Никас замолчал. Максиме придвинулась ближе.
— Что с ним стало? — спросила она шепотом.
— Она зарыдала его до смерти, — мрачно ответил Никас. — Не знаю. Мне кажется, что именно так. В какой-то момент он просто больше не вернулся к нам и умер. Как будто выключился.
— Мне жаль.
Никас удивленно хмыкнул.
— Ну ладно, — сказал он. — Так что все-таки насчет принятия своей смерти? Собственной. Личной, так сказать.
Пророк закрыла глаза.
— Тут все очень просто. Нужно пересмотреть свою ценность для этого мира. Понять, как много людей ушло до тебя. Обдумать, как это важно — умереть. Последовать за смертью как за последним другом. Не позволить страху перед неизвестностью очернить переход из одного состояния в другое. И, самое главное, отпустить все, что тебя держит по эту сторону.

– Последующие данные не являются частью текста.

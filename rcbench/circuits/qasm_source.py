"""The text of an OpenQASM program with its include files put in place, and the way back to file and line."""

from __future__ import annotations

import re
from bisect import bisect_right
from collections.abc import Sequence
from dataclasses import dataclass
from pathlib import Path

from rcbench.errors import InputError
from rcbench.files import read_text

LIBRARIES = ("qelib1.inc", "stdgates.inc")
MAX_DEPTH = 32
MAX_FILES = 1000
MAX_CHARACTERS = 100_000_000

# comments first, so that an include inside one is none; strings too, so that // inside one is no comment
_MARK = re.compile(
    r"//[^\n]*|/\*.*?(?:\*/|(?P<open>\Z))"
    r"|(?<!\w)include\s*(?P<quote>[\"'])(?P<name>[^\"'\n]*)(?P=quote)\s*;|\"[^\"\n]*\"",
    re.DOTALL,
)
_LINE_MARK = re.compile(r"^[ \t]*(?:#[ \t]*pragma|pragma|@[^\W\d])[^\n]*", re.MULTILINE)


@dataclass(frozen=True, slots=True)
class Missing:
    """An include file that is not there."""

    name: str
    where: str


@dataclass(frozen=True, slots=True)
class Piece:
    """A stretch of the spliced text that comes from one file. start: place in the splice; begin: place in the file."""

    start: int
    name: str
    whole: str
    begin: int


@dataclass(frozen=True, slots=True)
class Source:
    """A program as one text.

    code: for the reader: comments, includes and line marks (pragmas, annotations) blanked.
    text: for people and other programs: the same length, comments kept, includes in place.
    libraries: standard gate files asked for. missing: includes found nowhere. files: include files put in place.
    """

    code: str
    text: str
    libraries: frozenset[str]
    missing: tuple[Missing, ...]
    files: tuple[Path, ...]
    pieces: tuple[Piece, ...]

    def place(self, offset: int) -> str:
        """`file:line: ` of a place in the code."""
        piece = self.pieces[max(bisect_right(self.pieces, offset, key=lambda one: one.start) - 1, 0)]
        return _where(piece.name, piece.whole, piece.begin + offset - piece.start)


def read_source(text: str, name: str, include_dirs: Sequence[Path] = (), folder: Path | None = None) -> Source:
    """Put the include files of a program in place.

    Args:
        text: the program. name: what errors call it.
        include_dirs: folders searched for include files, in order, after the folder of the file that includes.
        folder: folder of the program itself, if it has one.
    Raises:
        InputError: an include that includes itself, leads outside the folders, or cannot be read; a comment left open.
    """
    splicer = _Splicer([path.resolve() for path in ([folder] if folder else []) + list(include_dirs)])
    splicer.file(text.removeprefix("\ufeff"), name, folder.resolve() if folder else None, ())
    return splicer.source()


class _Splicer:
    """Collects the pieces of a program, file by file."""

    def __init__(self, roots: list[Path]) -> None:
        self.roots = roots
        self.libraries: set[str] = set()
        self.missing: list[Missing] = []
        self.files: list[Path] = []
        self.pieces: list[Piece] = []
        self.texts: list[str] = []
        self.codes: list[str] = []
        self.length = 0

    def source(self) -> Source:
        code = "".join(self.codes)
        if "pragma" in code or "@" in code:
            code = _LINE_MARK.sub(lambda match: _blank(match.group()), code)
        return Source(
            code,
            "".join(self.texts),
            frozenset(self.libraries),
            tuple(self.missing),
            tuple(self.files),
            tuple(self.pieces),
        )

    def add(self, text: str, code: str, name: str, whole: str, begin: int) -> None:
        if not text and self.pieces:
            return
        self.pieces.append(Piece(self.length, name, whole, begin))
        self.texts.append(text)
        self.codes.append(code)
        self.length += len(text)
        if self.length > MAX_CHARACTERS:
            raise InputError(
                "include",
                name,
                f"a program of at most {MAX_CHARACTERS} characters with its includes",
                _where(name, whole, begin),
            )

    def file(self, text: str, name: str, folder: Path | None, chain: tuple[Path, ...]) -> None:
        """One file; chain: the include files it stands in."""
        done = 0
        # most programs hold their comments and includes at the top: nothing is searched behind the last of them
        last = max(text.rfind("//"), text.rfind("*/"), text.rfind("/*"), text.rfind("include"))
        end = max(text.find("\n", last), text.find(";", last)) + 1 or len(text)
        for match in _MARK.finditer(text, 0, end) if last >= 0 else ():
            start, found = match.start(), match.group()
            if match.group("open") is not None:
                raise InputError("comment", "/*", "a comment that ends in */", _where(name, text, start))
            if found[0] == '"':
                continue
            self.add(text[done:start], text[done:start], name, text, done)
            done = match.end()
            if match.group("name") is None:
                self.add(found, _blank(found), name, text, start)
            else:
                self.include(match, text, name, folder, chain)
        self.add(text[done:], text[done:], name, text, done)

    def include(self, match: re.Match[str], text: str, name: str, folder: Path | None, chain: tuple[Path, ...]) -> None:
        """What an include statement stands for: a file, or nothing where it is a standard one or missing."""
        wanted, start = match.group("name"), match.start()
        where = _where(name, text, start)
        path = self.find(wanted, where, folder)
        if path is None:
            if wanted in LIBRARIES:
                self.libraries.add(wanted)
            else:
                self.missing.append(Missing(wanted, where))
            self.add(match.group(), _blank(match.group()), name, text, start)
            return
        if path in chain:
            raise InputError("include", wanted, "a file that does not include itself, by no way round", where)
        if len(chain) >= MAX_DEPTH or len(self.files) >= MAX_FILES:
            raise InputError("include", wanted, f"at most {MAX_FILES} includes, {MAX_DEPTH} inside one another", where)
        self.files.append(path)
        try:
            content = read_text(path, "include")
        except InputError as error:
            raise error.at(where) from None
        shown = "".join(sign if sign.isprintable() else "?" for sign in wanted)
        for mark in (f"// {shown}, put in place:\n", None, f"\n// end of {shown}\n"):
            if mark is None:
                self.file(content, wanted, path.parent, (*chain, path))
            else:
                self.add(mark, _blank(mark), name, text, start)

    def find(self, wanted: str, where: str, folder: Path | None) -> Path | None:
        """The include file, inside one of the folders; None where there is none."""
        outside = False
        for base in ([folder] if folder and folder not in self.roots else []) + self.roots:
            try:
                path = (base / wanted).resolve()
                found = path.is_file()
            except (OSError, ValueError, RuntimeError):  # a name no file can have, or links in a circle
                continue
            if found and any(path.is_relative_to(root) for root in self.roots):
                return path
            outside = outside or found
        if outside:
            raise InputError(
                "include", wanted, "a file inside the program's own folder or one given by --include", where
            )
        return None


def _where(name: str, text: str, offset: int) -> str:
    line = text.count("\n", 0, offset) + 1
    return f"{name}:{line}: "


def _blank(text: str) -> str:
    """Spaces, with the line breaks kept."""
    return " " * len(text) if "\n" not in text else "".join(sign if sign == "\n" else " " for sign in text)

— Я так часто это слышал, — усмехнулся Никас. — Отпустить, отпустить… Как будто ты просто разжимаешь пальцы. Но именно эти пальцы, которые держат то, что нам дорого, просто так не разжать.
— Я согласна, — Максиме положила рядом с бедром журналиста ладонь. Тот распознал приглашение и накрыл ее своей. — За всю жизнь мы бросаем множество якорей, которые не дают течениям унести нас в открытое море. Со временем мы привыкаем к цепям и начинаем бояться большой воды. Знаешь, что нужно делать в таких ситуациях? Действовать быстро. Быстро рвать цепи и плыть, плыть, плыть на всех парусах прочь, подальше. Страху нужно время, чтобы схватить тебя за шкирку.
— Ты так делала? — Никас серьезно посмотрел на нее.
— В молодости — постоянно. Я нигде не задерживалась. Постоянно путешествовала, училась чему-то новому у людей. Если влюблялась, то выжимала из этого чувства все. Целовалась за троих, трахалась за троих, объяснялась за троих. А потом уходила. Иногда мне было действительно больно. Казалось, что я отказываюсь от того самого. Суженого. Но все забывалось, так или иначе.